*** Opening Data records ***
package hopstat.queue;

import hopstat.record.RealisationRecord;
import java.io.IOException;
import java.nio.ByteBuffer;
import java.nio.channels.FileChannel;
import java.nio.charset.StandardCharsets;
import java.nio.file.Path;
import java.nio.file.StandardOpenOption;

/**
 * Appends records to one journal file that this writer alone owns (created new; never reopened).
 *
 * <p>Durability policy: every record is handed to the kernel with one {@code write} of the whole
 * line, so a killed process (SIGKILL, OOM kill) loses nothing written; the file is fsync'ed when at
 * least {@code syncIntervalNanos} passed since the last sync, and on close, which bounds what a
 * power cut can take to the last interval. A crash can at worst leave one torn final line, which
 * the reader drops.
 */
public final class JournalWriter implements AutoCloseable {

  /** Default fsync interval: 1 s (see docs/design-notes.md for the measured cost). */
  public static final long DEFAULT_SYNC_INTERVAL_NANOS = 1_000_000_000L;

  private final Path file;
  private final FileChannel channel;
  private final long syncIntervalNanos;
  private long lastSync = System.nanoTime();
  private long written;

  /**
   * @param file the new journal file (must not exist)
   * @param syncIntervalNanos fsync at most this often; 0 = after every record
   */
  public JournalWriter(Path file, long syncIntervalNanos) throws IOException {
    this.file = file;
    this.channel =
        FileChannel.open(
            file,
            StandardOpenOption.CREATE_NEW,
            StandardOpenOption.WRITE,
            StandardOpenOption.APPEND);
    this.syncIntervalNanos = syncIntervalNanos;
  }

  public Path file() {
    return file;
  }

  /** Appends one record as one line. */
  public synchronized void append(RealisationRecord record) throws IOException {
    byte[] line = (JournalCodec.encode(record) + "\n").getBytes(StandardCharsets.UTF_8);
    ByteBuffer buffer = ByteBuffer.wrap(line);
    while (buffer.hasRemaining()) {
      channel.write(buffer);
    }
    written++;
    long now = System.nanoTime();
    if (now - lastSync >= syncIntervalNanos) {
      channel.force(false);
      lastSync = now;
    }
  }

  /** Records appended by this writer. */
  public synchronized long written() {
    return written;
  }

  @Override
  public synchronized void close() throws IOException {
    if (channel.isOpen()) {
      channel.force(false);
      channel.close();
    }
  }
}
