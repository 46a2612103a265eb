package hopstat.queue;

import com.fasterxml.jackson.core.JsonFactory;
import com.fasterxml.jackson.core.JsonGenerator;
import com.fasterxml.jackson.databind.JsonNode;
import com.fasterxml.jackson.databind.ObjectMapper;
import hopstat.record.RealisationRecord;
import hopstat.task.Outcome;
import hopstat.task.RealisationResult;
import java.io.IOException;
import java.io.StringWriter;
import java.io.UncheckedIOException;
import java.nio.charset.StandardCharsets;
import java.util.Iterator;
import java.util.LinkedHashMap;
import java.util.Locale;
import java.util.Map;
import java.util.zip.CRC32C;

/**
 * One journal line per finished realisation, format {@value #FORMAT}:
 *
 * <pre>
 * {"format":1,"task":"p3-r17","point":3,"realisation":17,"seed":-5290...,"status":"DONE",
 *  "grid":{"W":1.0,"L":12.0},"parameters":{...},"values":{"gap":0.41,...},"failure":null,
 *  "wallSeconds":0.12,"tool":"0.1.0","linalg":"native ...","crc":"89abcdef"}
 * </pre>
 *
 * Doubles are written in their shortest round-trip form, so a value read back is bit-identical.
 * {@code crc} is the CRC-32C (hex) of the UTF-8 bytes of the line with the {@code ,"crc":…} member
 * removed; a line whose checksum does not match is corrupt.
 */
public final class JournalCodec {

  /** Journal record format version. */
  public static final int FORMAT = 1;

  private static final String CRC_MEMBER = ",\"crc\":\"";
  private static final JsonFactory JSON = new JsonFactory();
  private static final ObjectMapper MAPPER = new ObjectMapper();

  private JournalCodec() {}

  /** The line for {@code record}, without the trailing newline. */
  public static String encode(RealisationRecord record) {
    StringWriter w = new StringWriter(256);
    try (JsonGenerator g = JSON.createGenerator(w)) {
      RealisationResult r = record.result();
      g.writeStartObject();
      g.writeNumberField("format", FORMAT);
      g.writeStringField("task", r.taskId());
      g.writeNumberField("point", r.pointIndex());
      g.writeNumberField("realisation", r.realisationIndex());
      g.writeNumberField("seed", r.seed());
      g.writeStringField("status", r.outcome().name());
      writeMap(g, "grid", record.grid());
      writeMap(g, "parameters", record.parameters());
      writeMap(g, "values", r.values());
      if (r.failure() == null) {
        g.writeNullField("failure");
      } else {
        g.writeStringField("failure", r.failure());
      }
      g.writeNumberField("wallSeconds", r.wallSeconds());
      g.writeStringField("tool", record.toolVersion());
      g.writeStringField("linalg", record.linalg());
      g.writeEndObject();
    } catch (IOException e) {
      throw new UncheckedIOException(e);
    }
    String body = w.toString();
    String crc = crcHex(body);
    return body.substring(0, body.length() - 1) + CRC_MEMBER + crc + "\"}";
  }

  /**
   * Parses and verifies one line.
   *
   * @throws IllegalArgumentException with a reason if the line is malformed or its checksum fails
   */
  public static RealisationRecord decode(String line) {
    int at = line.lastIndexOf(CRC_MEMBER);
    if (at < 0 || !line.endsWith("\"}")) {
      throw new IllegalArgumentException("no checksum member");
    }
    String body = line.substring(0, at) + "}";
    String stored = line.substring(at + CRC_MEMBER.length(), line.length() - 2);
    if (!crcHex(body).equals(stored)) {
      throw new IllegalArgumentException(
          "checksum mismatch (stored " + stored + ", computed " + crcHex(body) + ")");
    }
    JsonNode n;
    try {
      n = MAPPER.readTree(body);
    } catch (IOException e) {
      throw new IllegalArgumentException("not valid JSON: " + e.getMessage());
    }
    int format = n.path("format").asInt(-1);
    if (format != FORMAT) {
      throw new IllegalArgumentException(
          "unsupported record format " + n.path("format") + " (this version reads " + FORMAT + ")");
    }
    Outcome outcome = Outcome.valueOf(n.get("status").asText());
    RealisationResult result =
        new RealisationResult(
            n.get("task").asText(),
            n.get("point").asInt(),
            n.get("realisation").asInt(),
            n.get("seed").asLong(),
            outcome,
            readMap(n.get("values")),
            n.get("failure").isNull() ? null : n.get("failure").asText(),
            n.get("wallSeconds").asDouble());
    return new RealisationRecord(
        result,
        readMap(n.get("grid")),
        readMap(n.get("parameters")),
        n.get("tool").asText(),
        n.get("linalg").asText());
  }

  private static void writeMap(JsonGenerator g, String field, Map<String, Double> map)
      throws IOException {
    g.writeObjectFieldStart(field);
    for (Map.Entry<String, Double> e : map.entrySet()) {
      g.writeNumberField(e.getKey(), e.getValue());
    }
    g.writeEndObject();
  }

  private static Map<String, Double> readMap(JsonNode node) {
    Map<String, Double> m = new LinkedHashMap<>();
    for (Iterator<Map.Entry<String, JsonNode>> it = node.fields(); it.hasNext(); ) {
      Map.Entry<String, JsonNode> e = it.next();
      m.put(e.getKey(), e.getValue().asDouble());
    }
    return m;
  }

  private static String crcHex(String text) {
    CRC32C crc = new CRC32C();
    crc.update(text.getBytes(StandardCharsets.UTF_8));
    return String.format(Locale.ROOT, "%08x", crc.getValue());
  }
}
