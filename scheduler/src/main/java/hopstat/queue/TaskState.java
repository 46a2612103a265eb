package hopstat.queue;

import java.util.EnumSet;
import java.util.Map;
import java.util.Set;

/**
 * Lifecycle of a task, with the one table of allowed transitions:
 *
 * <pre>
 *   PENDING → RUNNING            claimed by a worker
 *   RUNNING → DONE | FAILED      finished (journaled)
 *   RUNNING → PENDING            heartbeat went stale, retried
 *   RUNNING → FAILED             stale too many times
 * </pre>
 *
 * DONE and FAILED are terminal.
 */
public enum TaskState {
  PENDING,
  RUNNING,
  DONE,
  FAILED;

  private static final Map<TaskState, Set<TaskState>> ALLOWED =
      Map.of(
          PENDING, EnumSet.of(RUNNING),
          RUNNING, EnumSet.of(DONE, FAILED, PENDING),
          DONE, EnumSet.noneOf(TaskState.class),
          FAILED, EnumSet.noneOf(TaskState.class));

  public boolean canMoveTo(TaskState next) {
    return ALLOWED.get(this).contains(next);
  }

  /**
   * @throws IllegalStateException if the transition is not in the table
   */
  public void checkMoveTo(TaskState next) {
    if (!canMoveTo(next)) {
      throw new IllegalStateException("illegal task transition " + this + " -> " + next);
    }
  }

  public boolean isTerminal() {
    return this == DONE || this == FAILED;
  }
}
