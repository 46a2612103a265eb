package hopstat.queue;

import com.fasterxml.jackson.databind.JsonNode;
import com.fasterxml.jackson.databind.ObjectMapper;
import com.fasterxml.jackson.databind.SerializationFeature;
import java.io.IOException;
import java.nio.charset.StandardCharsets;
import java.nio.file.Files;
import java.nio.file.Path;
import java.nio.file.StandardCopyOption;
import java.util.Locale;
import java.util.Map;
import java.util.regex.Matcher;
import java.util.regex.Pattern;
import java.util.stream.Stream;

/**
 * The on-disk layout of one run, format {@value #FORMAT}:
 *
 * <pre>
 * DIR/spec.json          the exact spec text the run uses
 * DIR/run.json           format version, spec hash, tool version, provenance of the first session
 * DIR/journal/*.jsonl    append-only records, one file per writer session or cluster shard
 * DIR/lock               owner of the directory while a process works in it
 * DIR/summary.csv|json   derived from spec + journal by `hopstat report`
 * </pre>
 */
public final class RunDirectory {

  /** Layout version written to run.json. */
  public static final int FORMAT = 1;

  private static final ObjectMapper JSON =
      new ObjectMapper().enable(SerializationFeature.INDENT_OUTPUT);

  /**
   * The last group of digits in a journal file name: the session number of {@code
   * prefix-NNNN.jsonl}, whatever the prefix holds.
   */
  private static final Pattern PART = Pattern.compile("(?:.*\\D)?(\\d+)\\D*\\.jsonl");

  private final Path dir;

  private RunDirectory(Path dir) {
    this.dir = dir;
  }

  public Path path() {
    return dir;
  }

  public Path journalDir() {
    return dir.resolve("journal");
  }

  public Path specFile() {
    return dir.resolve("spec.json");
  }

  /**
   * Creates a new run directory for a spec (the directory may exist but must be empty).
   *
   * @param metadata run.json members (spec hash, versions, provenance)
   * @throws RunDirectoryException if DIR already holds a run
   */
  public static RunDirectory create(Path dir, String specText, Map<String, Object> metadata)
      throws IOException {
    if (Files.exists(dir.resolve("spec.json")) || Files.exists(dir.resolve("journal"))) {
      throw new RunDirectoryException(
          dir
              + " already holds a run; continue it with `hopstat resume "
              + dir
              + "` or choose another --out");
    }
    if (Files.exists(dir) && !Files.isDirectory(dir)) {
      throw new RunDirectoryException(dir + " exists and is not a directory");
    }
    Files.createDirectories(dir.resolve("journal"));
    writeAtomically(dir.resolve("spec.json"), specText.getBytes(StandardCharsets.UTF_8));
    Map<String, Object> run = new java.util.LinkedHashMap<>();
    run.put("format", FORMAT);
    run.putAll(metadata);
    writeAtomically(dir.resolve("run.json"), JSON.writeValueAsBytes(run));
    return new RunDirectory(dir);
  }

  /**
   * Opens an existing run directory.
   *
   * @throws RunDirectoryException if it is not a run directory of a format this version reads
   */
  public static RunDirectory open(Path dir) throws IOException {
    if (!Files.isRegularFile(dir.resolve("spec.json"))
        || !Files.isRegularFile(dir.resolve("run.json"))) {
      throw new RunDirectoryException(
          dir + " is not a hopstat run directory (no spec.json/run.json)");
    }
    JsonNode run = JSON.readTree(dir.resolve("run.json").toFile());
    int format = run.path("format").asInt(-1);
    if (format != FORMAT) {
      throw new RunDirectoryException(
          dir
              + "/run.json has layout format "
              + run.path("format")
              + "; this hopstat reads format "
              + FORMAT);
    }
    Files.createDirectories(dir.resolve("journal"));
    return new RunDirectory(dir);
  }

  /** The exact spec text of the run. */
  public String specText() throws IOException {
    return Files.readString(specFile(), StandardCharsets.UTF_8);
  }

  /** run.json as a tree. */
  public JsonNode runMetadata() throws IOException {
    return JSON.readTree(dir.resolve("run.json").toFile());
  }

  /**
   * A fresh journal file name for a new writer session: {@code prefix-NNNN.jsonl} with NNNN one
   * more than any existing file's number.
   */
  public Path newJournalFile(String prefix) throws IOException {
    int max = 0;
    try (Stream<Path> s = Files.list(journalDir())) {
      for (Path p : (Iterable<Path>) s::iterator) {
        Matcher m = PART.matcher(p.getFileName().toString());
        if (m.matches()) {
          max = Math.max(max, Integer.parseInt(m.group(1)));
        }
      }
    }
    return journalDir().resolve(String.format(Locale.ROOT, "%s-%04d.jsonl", prefix, max + 1));
  }

  /** Writes through a temporary file and an atomic rename. */
  public static void writeAtomically(Path target, byte[] bytes) throws IOException {
    Path tmp = target.resolveSibling(target.getFileName() + ".tmp");
    Files.write(tmp, bytes);
    Files.move(tmp, target, StandardCopyOption.REPLACE_EXISTING, StandardCopyOption.ATOMIC_MOVE);
  }
}
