package hopstat.queue;

import hopstat.record.RealisationRecord;
import hopstat.task.RealisationTask;
import java.io.IOException;
import java.time.Clock;
import java.util.Map;
import java.util.function.BiFunction;

/**
 * The file-backed task store: the journal is the source of truth. Tasks the journal already holds
 * enter as finished; every completion is appended to this session's own journal file before the
 * task's state changes. RUNNING and PENDING live in memory only: after a crash they are simply the
 * tasks the journal lacks, which the next session runs again.
 */
public final class JournalTaskStore extends InMemoryTaskStore {

  private final JournalWriter writer;

  /**
   * @param clock timestamps
   * @param failureRecords builds the record of a task given up by the sweeper
   * @param journaled records from earlier sessions ({@link JournalReader})
   * @param writer this session's journal file
   */
  public JournalTaskStore(
      Clock clock,
      BiFunction<RealisationTask, String, RealisationRecord> failureRecords,
      Map<String, RealisationRecord> journaled,
      JournalWriter writer) {
    super(clock, failureRecords, journaled);
    this.writer = writer;
  }

  @Override
  protected void persist(RealisationRecord record) throws IOException {
    writer.append(record);
  }

  @Override
  public void close() throws IOException {
    writer.close();
  }
}
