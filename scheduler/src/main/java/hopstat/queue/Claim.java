package hopstat.queue;

import hopstat.task.RealisationTask;

/**
 * A worker's hold on a RUNNING task. Every later write names the version it saw; a write whose
 * version is stale (the sweeper re-queued the task meanwhile) is refused.
 *
 * @param task the task
 * @param workerId who holds it
 * @param version the entry's version right after the claim
 */
public record Claim(RealisationTask task, String workerId, long version) {}
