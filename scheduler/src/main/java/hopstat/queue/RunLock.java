package hopstat.queue;

import java.io.IOException;
import java.lang.management.ManagementFactory;
import java.net.InetAddress;
import java.nio.ByteBuffer;
import java.nio.channels.FileChannel;
import java.nio.channels.FileLock;
import java.nio.channels.OverlappingFileLockException;
import java.nio.charset.StandardCharsets;
import java.nio.file.Files;
import java.nio.file.Path;
import java.nio.file.StandardOpenOption;
import java.time.Instant;

/**
 * Exclusive ownership of a run directory: an OS lock on {@code DIR/lock}, whose text names the
 * owner (pid, host, start time). The OS drops the lock when the owning process dies, however it
 * dies, so a lock file left behind by a crash is stale by construction and is simply taken over.
 */
public final class RunLock implements AutoCloseable {

  private final FileChannel channel;
  private final FileLock lock;

  private RunLock(FileChannel channel, FileLock lock) {
    this.channel = channel;
    this.lock = lock;
  }

  /**
   * @throws RunDirectoryException if another live process holds the directory
   */
  public static RunLock acquire(Path dir) throws IOException {
    Path file = dir.resolve("lock");
    FileChannel channel =
        FileChannel.open(
            file, StandardOpenOption.CREATE, StandardOpenOption.READ, StandardOpenOption.WRITE);
    FileLock lock;
    try {
      lock = channel.tryLock();
    } catch (OverlappingFileLockException e) {
      lock = null;
    }
    if (lock == null) {
      String owner = new String(Files.readAllBytes(file), StandardCharsets.UTF_8).trim();
      channel.close();
      throw new RunDirectoryException(
          dir
              + " is in use by another hopstat process ("
              + (owner.isEmpty() ? "owner unknown" : owner)
              + "); wait for it to finish or stop it first");
    }
    String me =
        "pid "
            + ProcessHandle.current().pid()
            + " on "
            + hostName()
            + " since "
            + Instant.ofEpochMilli(ManagementFactory.getRuntimeMXBean().getStartTime())
            + "\n";
    channel.truncate(0);
    channel.write(ByteBuffer.wrap(me.getBytes(StandardCharsets.UTF_8)), 0);
    channel.force(false);
    return new RunLock(channel, lock);
  }

  private static String hostName() {
    try {
      return InetAddress.getLocalHost().getHostName();
    } catch (IOException e) {
      return "unknown host";
    }
  }

  @Override
  public void close() throws IOException {
    if (lock.isValid()) {
      lock.release();
    }
    channel.close();
  }
}
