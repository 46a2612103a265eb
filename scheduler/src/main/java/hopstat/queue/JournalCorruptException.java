package hopstat.queue;

import java.nio.file.Path;

/** A complete journal line (not a torn tail) that fails its checksum or does not parse. */
public final class JournalCorruptException extends RuntimeException {
  private static final long serialVersionUID = 1L;
  private final transient Path file;
  private final int line;

  public JournalCorruptException(Path file, int line, String reason) {
    super(
        "corrupt journal record at "
            + file
            + " line "
            + line
            + ": "
            + reason
            + " (move the file aside or delete that line to continue; every other record is kept)");
    this.file = file;
    this.line = line;
  }

  public Path file() {
    return file;
  }

  /** 1-based line number. */
  public int line() {
    return line;
  }
}
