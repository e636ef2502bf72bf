/**
 * The closing line CI reads: a test file that fails to load counts as a
 * failure even though it ran no test, and skipped tests are named.
 */
import { describe, expect, it, vi } from 'vitest';
import SummaryReporter from './summary-reporter.js';

const mod = (id: string, errors: number, states: string[]) =>
  ({
    moduleId: id,
    errors: () => Array(errors).fill({ message: 'x' }),
    children: { allTests: () => states.map((s) => ({ result: () => ({ state: s }) })) },
  }) as never;

describe('the summary line', () => {
  it('counts a file that failed to load as a failure, and names skipped files', () => {
    const out: string[] = [];
    const spy = vi.spyOn(process.stdout, 'write').mockImplementation((s) => (out.push(String(s)), true));
    try {
      new SummaryReporter().onTestRunEnd([
        mod(`${process.cwd()}/test/a.test.ts`, 0, ['passed', 'passed']),
        mod(`${process.cwd()}/test/b.test.ts`, 1, []),
        mod(`${process.cwd()}/test/c.test.ts`, 0, ['skipped']),
      ]);
    } finally {
      spy.mockRestore();
    }
    const text = out.join('');
    expect(text).toContain('\ntests: 2 passed, 1 failed, 1 skipped\n');
    expect(text).toMatch(/skipped 1 test \(test\/c\.test\.ts 1\): /);
  });
});
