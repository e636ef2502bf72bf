import { mkdirSync, writeFileSync } from 'node:fs';
import { join } from 'node:path';
/** Shared test helpers: building small networks and comparing numbers with stated tolerances. */
import { expect } from 'vitest';
import { makeNetwork, type Network } from '../src/network/network.js';

export type Cx = [number, number];
/** S matrix at one frequency as rows of [re, im]. */
export type Matrix = Cx[][];

/** A network from a function giving the matrix at each frequency. */
export function networkOf(freqHz: number[], z0: number | number[], sAt: (f: number, k: number) => Matrix): Network {
  const m0 = sAt(freqHz[0], 0);
  const n = m0.length;
  const s = new Float64Array(freqHz.length * n * n * 2);
  freqHz.forEach((f, k) => {
    const m = k === 0 ? m0 : sAt(f, k);
    for (let i = 0; i < n; i++)
      for (let j = 0; j < n; j++) {
        s[2 * ((k * n + i) * n + j)] = m[i][j][0];
        s[2 * ((k * n + i) * n + j) + 1] = m[i][j][1];
      }
  });
  const z = typeof z0 === 'number' ? new Float64Array(n).fill(z0) : Float64Array.from(z0);
  return makeNetwork(Float64Array.from(freqHz), z, s, n);
}

export const cx = (re: number, im = 0): Cx => [re, im];
export const polar = (mag: number, deg: number): Cx => [mag * Math.cos((deg * Math.PI) / 180), mag * Math.sin((deg * Math.PI) / 180)];

/** S(i+1)(j+1) at frequency k. */
export function sAt(net: Network, k: number, i: number, j: number): Cx {
  const p = 2 * ((k * net.ports + i - 1) * net.ports + j - 1);
  return [net.s[p], net.s[p + 1]];
}

export function expectClose(actual: number, expected: number, tol: number, what = ''): void {
  if (!(Math.abs(actual - expected) <= tol)) {
    throw new Error(`${what ? what + ': ' : ''}expected ${expected} ± ${tol}, got ${actual} (off by ${Math.abs(actual - expected)})`);
  }
  expect(true).toBe(true);
}

export function expectComplexClose(actual: Cx, expected: Cx, tol: number, what = ''): void {
  const d = Math.hypot(actual[0] - expected[0], actual[1] - expected[1]);
  if (!(d <= tol))
    throw new Error(
      `${what ? what + ': ' : ''}expected ${expected[0]}${expected[1] >= 0 ? '+' : ''}${expected[1]}j ± ${tol}, got ${actual[0]}${actual[1] >= 0 ? '+' : ''}${actual[1]}j`,
    );
}

/** Largest |a − b| over arrays, or over interleaved complex arrays. */
export function maxAbsDiff(a: ArrayLike<number>, b: ArrayLike<number>): number {
  expect(a.length).toBe(b.length);
  let m = 0;
  for (let i = 0; i < a.length; i++) m = Math.max(m, Math.abs(a[i] - b[i]));
  return m;
}

import { evaluatePart, type PartResult } from '../src/evaluate/evaluate.js';
import { makeCompiler } from '../src/figures/expression.js';
import { loadPartText } from '../src/part-file/load.js';
import type { SpecError } from '../src/part-file/diagnostics.js';
import { create, all } from 'mathjs';
import type { NoiseParameters } from '../src/touchstone/normalize.js';

const compile = makeCompiler(create(all));

/**
 * Loads part YAML from a string and evaluates it against networks given by
 * unit name (no files): the figure engine end to end without the shell.
 */
export function evaluateYaml(
  yaml: string,
  networks: Record<string, Network>,
  noise: Record<string, NoiseParameters | null> = {},
): { result: PartResult | null; errors: readonly SpecError[] } {
  const loaded = loadPartText(yaml, 'part.yaml', compile);
  if (!loaded.value) return { result: null, errors: loaded.errors };
  const units = loaded.value.measurements.map((m) => ({
    unit: m.label,
    file: m.file,
    network: networks[m.unit],
    noise: noise[m.unit] ?? null,
    conditions: m.conditions,
    fileAt: m.fileAt,
  }));
  const r = evaluatePart(loaded.value, units);
  return { result: r.value, errors: r.errors };
}

/** Like evaluateYaml, but fails the test on errors. */
export function resultsOf(yaml: string, networks: Record<string, Network>, noise: Record<string, NoiseParameters | null> = {}): PartResult {
  const r = evaluateYaml(yaml, networks, noise);
  if (!r.result) throw new Error(`unexpected errors: ${JSON.stringify(r.errors, null, 1)}`);
  return r.result;
}

/** A minimal part around the given limits, with one measurement per unit name. */
export function partYaml(opts: { cls?: string; units: string[]; bands: string; limits: string; extra?: string; conditions?: Record<string, string> }): string {
  const ms = opts.units
    .map((u) => `  - {unit: ${u}, file: ${u}.s4p${opts.conditions?.[u] ? `, conditions: {temperature: ${opts.conditions[u]}}` : ''}}`)
    .join('\n');
  return `part: T-1\nclass: ${opts.cls ?? 'generic'}\nrevision: A\nmeasurements:\n${ms}\nbands:\n${opts.bands}\nlimits:\n${opts.limits}\n${opts.extra ?? ''}`;
}

const TINY_DATA = '# GHz S MA R 50\n1 0.1 0 0.9 -10 0.9 -10 0.1 0\n2 0.1 0 0.9 -20 0.9 -20 0.1 0\n';

/** A content folder under `root` with one small attenuator part per slug (an invented 2-point file, 1–2 GHz), for tests of the build's plumbing. */
export function tinyContent(root: string, slugs: readonly string[]): string {
  for (const slug of slugs) {
    mkdirSync(join(root, 'parts', slug, 'data'), { recursive: true });
    writeFileSync(join(root, 'parts', slug, 'data/u1.s2p'), TINY_DATA);
    writeFileSync(
      join(root, 'parts', slug, 'part.yaml'),
      `part: ${slug.toUpperCase()}\nrevision: A\nclass: attenuator\nmeasurements:\n  - {unit: U1, file: data/u1.s2p}\nbands:\n  b: {from: 1 GHz, to: 2 GHz}\nlimits:\n  - {figure: insertion-loss, on: S21, band: b, max: 2 dB}\n`,
    );
  }
  return root;
}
*** Closing Data records ***
• Task goal: Where does the word "drops" occur in the records? Return every line that holds it.

• Written solution:
 * the reader drops.
 * owner (pid, host, start time). The OS drops the lock when the owning process dies, however it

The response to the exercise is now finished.